Two LTRs, one short/medium-term thing, two random whatevers. Not a ton of experience, but enough that you'd think I'd have some sense of what I want from people (I don't, by the way). 

Don't feel bad about not having much experience. We all sort of muddle through relationships as best we can.


----------



## ravens (Aug 31, 2011)

None.


----------



## Mauricio5 (Jun 19, 2012)

Zero.1 weird online one. Went on 1 awkward real life date.


----------



## alte (Sep 4, 2010)

Three. Not a lot of relationship experience but I am very experienced in being single and honestly it is a great experience that those in relationships are missing out on.


----------



## Neutrino (Apr 11, 2011)

.


----------



## andy1984 (Aug 18, 2006)

in love twice. its wonderful and terrible and profound and mundane.

thanks aphrodite.


----------



## DeeperUnderstanding (May 19, 2007)

SuperSky said:


> One if you count online. Not experienced at all, because it's all online.


Well, if you're counting online, I have dated once and been in a 3 month online relationship. With an older woman, no less!

I don't usually count it, because other than cybersex, it's not a romantic relationship.


----------



## jayjaythejetplane (May 13, 2011)

There were two relationships which lasted for the best part of a year. I haven't dated for a few years now though. I think I peaked at 16.


----------



## baseballdude (May 23, 2010)

I've been on dates with two women. Never been in an actual relationship.


----------



## RelinquishedHell (Apr 10, 2012)

1, I'm hoping to make that 2 soon.


----------



## clt851988 (Jun 9, 2011)

Two, and both of them weren't that long.


----------



## SAgirl (Nov 15, 2003)

Two, and I feel like it was for all the wrong reasons.
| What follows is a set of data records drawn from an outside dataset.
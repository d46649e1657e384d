"""What the documents say is run and compared."""

import re
from pathlib import Path

import pytest

from femag.design_file import DesignTable, design_from_toml
from femag.hand import FORMULAS

ROOT = Path(__file__).parents[1]
EXECUTED = (
    "README.md",
    "docs/guide.md",
    "docs/examples/compare-by-hand.md",
    "docs/examples/review-plots.md",
    "docs/examples/script-a-study.md",
)
DOCUMENTS = ("README.md", "DEVELOPERS.md", *sorted(
    str(path.relative_to(ROOT))
    for path in (ROOT / "docs").glob("**/*.md")
    if "reference" not in path.parts
))  # fmt: skip
RUN = r"```python\n(.*?)```(?:\n\nprints\n\n```\n(.*?)```)?"
"""A block of Python, and what it and those before it print."""


def numbers(text: str) -> list[float]:
    return [float(number) for number in re.findall(r"\d+\.?\d*", text)]


@pytest.mark.parametrize("name", EXECUTED)
def test_python_in_a_document_runs_and_prints_what_it_says(
    name: str,
    tmp_path: Path,
    monkeypatch: pytest.MonkeyPatch,
    capsys: pytest.CaptureFixture[str],
) -> None:
    monkeypatch.chdir(tmp_path)
    text = (ROOT / name).read_text(encoding="utf-8")
    names: dict[str, object] = {}
    for block, shown in re.findall(RUN, text, re.DOTALL):
        exec(compile(block, name, "exec"), names)
        if shown:
            assert numbers(capsys.readouterr().out) == pytest.approx(numbers(shown), rel=2e-3)
    for figure in re.findall(r'savefig\("(.*?)"', text):
        assert (tmp_path / figure).stat().st_size > 5000


@pytest.mark.parametrize("name", ["docs/guide.md"])
def test_design_files_in_a_document_are_designs(name: str) -> None:
    text = (ROOT / name).read_text(encoding="utf-8")
    blocks = re.findall(r"```toml\n(.*?)```", text, re.DOTALL)
    assert blocks
    for block in blocks:
        assert design_from_toml(block).turns > 0


def test_the_first_design_and_its_requirements_are_accepted() -> None:
    text = (ROOT / "docs/start.md").read_text(encoding="utf-8")
    design, requirements = re.findall(r"```toml\n(.*?)```", text, re.DOTALL)
    found = design_from_toml(f"{design}\n{requirements}")
    assert found.ripple is not None
    assert found.requirements is not None


def test_every_key_of_the_design_file_is_documented() -> None:
    text = (ROOT / "docs/files-and-commands.md").read_text(encoding="utf-8")
    schema = DesignTable.model_json_schema()
    tables = [schema, *schema["$defs"].values()]
    for key in {key for table in tables for key in table["properties"]}:
        assert re.search(rf"[`.\[ ]{key}\b", text), key


def test_every_hand_formula_is_documented_with_its_range() -> None:
    text = (ROOT / "docs/hand-formulas.md").read_text(encoding="utf-8")
    for formula in FORMULAS:
        assert f"| {formula.name} |" in text


def test_readme_has_two_set_up_commands_and_ci_runs_the_second() -> None:
    readme = (ROOT / "README.md").read_text(encoding="utf-8")
    commands = [line for line in readme.splitlines() if "apt-get install" in line]
    assert len(commands) == 2
    assert commands[0].endswith("gapfield demo")
    assert commands[1].endswith("/pytest -n 2")
    ci = (ROOT / ".ci/run").read_text(encoding="utf-8")
    (pattern,) = re.findall(r'grep -m1 -F "(.*)" README.md', ci)
    assert [line for line in readme.splitlines() if pattern in line] == [commands[1]]


@pytest.mark.parametrize("name", DOCUMENTS)
def test_links_between_documents_lead_somewhere(name: str) -> None:
    text = (ROOT / name).read_text(encoding="utf-8")
    for target in re.findall(r"\]\(([^)#:]+)\)", text):
        assert (ROOT / name).parent.joinpath(target).exists(), target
Neither of those relationships was meant to be at all looking back.


----------



## AussiePea (Mar 27, 2007)

Once IRL, 3 times online. None worked!


----------



## iAmCodeMonkey (May 23, 2010)

Zero.


----------



## Mirror (Mar 16, 2012)

I've been in "serious" relationships with 4 people. They lasted approximately (in months) 8, 9, 3, and 7(and counting...).


----------



## AussiePea (Mar 27, 2007)

Wow and only 18, some experience! Be good at learning what works and doesn't work though and ensuring you are with the right person.


----------



## GreyFox08 (Dec 22, 2007)

None.. I have no idea how to get into a relationship..


----------



## Skttrbrain (Jun 17, 2011)

Never had a serious boyfriend, but as far as dating.. a little experienced, I've been a few people's "option" :/ never turned out serious. The guys that have liked me I wasn't interested in ..


----------



## Furious Ming (Dec 13, 2011)

Zero


----------



## thing (May 17, 2012)

0


----------



## Elixir (Jun 19, 2012)

0.


----------



## Common Misconception (Jun 4, 2012)

Only 2 serious relationships.... and they both dumped me.... :teeth


----------



## GunnyHighway (Sep 28, 2010)

One amazing girl, nothing else before that.


----------



## srschirm (Jun 25, 2006)

Serious relationships? 3. I would say my experience level is about average.


----------



## nycdude (Mar 20, 2010)

Zero, 0, nada


----------



## odd_one_out (Aug 22, 2006)

More than 1/2 a dozen and also some brief physical encounters (not sex).

Experience level - below average maybe, considering what I might've had without these conditions, not that I'm interested. Even as a hermit there have been opportunities.


----------



## Reveriie (Jun 24, 2012)

First relationship lasted about 4 years. Second relationship a couple of months. Third relationship I am currently in now has been going on for 3 years . Inbetween all of that I've "talked"(no sex or anything) with a lot of other guys.


----------



## LostinReverie (Mar 18, 2007)

Zero.


----------



## IcoRules (Apr 29, 2009)

Dates: 0
Relationships: 0
Experience Level: Probably Zero

It'd be nice if that changed soon, but it probably won't.


----------



## CrimsonTrigger (Jun 28, 2011)

0, and at this point it looks like that will never change. I've just completely given up on people at this point.


----------



## srschirm (Jun 25, 2006)

What are y'all doing to change this?


----------